A new homeware shop, Lost and Found, offers the chance to get to know Nikko, a heritage bone-china porcelain brand, and to discover a discerning edit of elevated essentials.
To anyone in the Japanese hospitality business, Nikko is a familiar name. The company has been making pristine bone-china tableware in Ishikawa since 1908. Dine at any number of hotels and restaurants in Tokyo and you’re likely to be eating from a Nikko plate. But what the company lacked was a place to introduce the brand to everyone else. “We wanted somewhere to show the quality of what we make, maybe even to young chefs who might be starting their own restaurants,” says managing director Naoki Mitani, whose family have run the Nikko business for decades.
Mitani got in touch with Tokyo company Transit General Office, a Nikko client, which runs restaurants and cafés all over Japan. Together they found a location, a former international school, in Tomigaya (mere moments from Monocle’s Tokyo bureau) and assembled a top team: Atsushi Osada of Milestone for the interior and Naomi Hirabayashi for the branding and graphics. The reboot project was underway.
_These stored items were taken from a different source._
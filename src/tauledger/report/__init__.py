"""The report room: a Review becomes one file per format; renderers get the Review and nothing else.

json.py, csv.py   every number, by the names of the document `tauledger.review/1`
terminal.py       the page of text: its sections stand in the files of this folder, layout.py makes lines of them
document.py       the report for reading, sections/ of tables/, charts/ and drawing/; html.py, markdown.py print it
wording.py        how things are named and numbers written, marks.py, sentences.py, terms.py: in all formats alike

The room imports only record and quantity; rich is imported by terminal.py alone, and only for colour.
"""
Hirabayashi went to visit the Nikko factory in Hakusan in Ishikawa. Nikko makes more than 2,000 products but Hirabayashi selected a core collection of 21 pieces to form what has been named the Remastered series. She revived the old double-phoenix logo and spelled out the history on the base of each dish. Nikko’s bone china is whiter than most and strong enough to go in the dishwasher and microwave.
Unlike many of its international peers, Nikko has never outsourced production to cheaper locations. “There were plans at one point,” says Mitani. “But we missed the boat and then decided to keep production in Japan.” Which now turns out to be a strong selling point. There are 650 people working for Nikko, 150 of them on the porcelain. “We can do every part of the process in-house, from the raw ingredients to the finished products, which is unusual these days,” says Mitani. Every piece is checked by hand at the end too.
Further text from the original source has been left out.